• INSTRUCTIONS FOR THE TASK
I'd like every line from the material below that has "solveFeed" in it.
• • • • • • •
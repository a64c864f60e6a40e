// The off-centre-fed family on the existing search: a 1 λ wire on 2 m cannot be fed directly from
// 50 Ω at its centre (each arm is λ/2, so the centre is a current minimum of high impedance — common
// practice), but with the feed moved along the wire the same search finds a direct-feed shape.
import { describe, expect, it } from "vitest";
import { designBentArm } from "../../generator/design/designBentArm.js";
import { designOffCentre, offCentreShapeOf } from "../../generator/design/designOffCentre.js";
import { offCentreSpecOf } from "../../generator/design/offCentreObjective.js";
import { parseDesignRequest } from "../../generator/design/request.js";
import { DEFAULT_LIMITS } from "../../generator/shapes/constraints.js";
import { unpackOffCentre } from "../../generator/shapes/offCentre.js";
import { offCentreViolation } from "../../generator/shapes/offCentreConstraints.js";
import { solveFeed } from "../../generator/em/index.js";
import { swr } from "../../generator/analysis/swr.js";

const request = parseDesignRequest({ frequencyHz: 145e6, lengthWl: 1, piecesPerArm: 1, wireDiameterM: 0.002, variant: "direct-feed", bandHz: [144e6, 146e6], maxEvaluations: 400 });

describe("designOffCentre", () => {
  it("meets SWR ≤ 2 across 144–146 MHz on a 1 λ wire where the centre-fed family cannot", () => {
    expect(designBentArm(request).status).toBe("infeasible");
    const outcome = designOffCentre(request);
    expect(outcome.status).toBe("ok");
    const p = unpackOffCentre(outcome.x, 1);
    expect(p.feedFraction).toBeLessThan(0.45); // clearly off centre
    expect(offCentreViolation(p, offCentreSpecOf(request), DEFAULT_LIMITS, 299_792_458 / 145e6, 1e-3).total).toBe(0);
    // an independent check of the band SWR on the returned shape, at 11 points
    const shape = offCentreShapeOf(outcome.x, request);
    for (let i = 0; i <= 10; i++) {
      const f = 144e6 + 2e5 * i;
      expect(swr(solveFeed(offCentreShapeOf(outcome.x, request, f)).inputImpedanceOhm, 50)).toBeLessThanOrEqual(2 + 1e-9);
    }
    expect(shape.feed.vertex).toBe(1);
    expect(outcome.evaluation.gainDbi).toBeGreaterThan(3); // a bent 1 λ wire: above a dipole's 2.15 dBi (common practice)
  });

  it("is deterministic for a seed", () => {
    const r = { ...request, maxEvaluations: 60 };
    expect(designOffCentre(r).x).toEqual(designOffCentre(r).x);
  });
});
• • • • • • •
• ANSWER
import { solveFeed } from "../../generator/em/index.js";
      expect(swr(solveFeed(offCentreShapeOf(outcome.x, request, f)).inputImpedanceOhm, 50)).toBeLessThanOrEqual(2 + 1e-9);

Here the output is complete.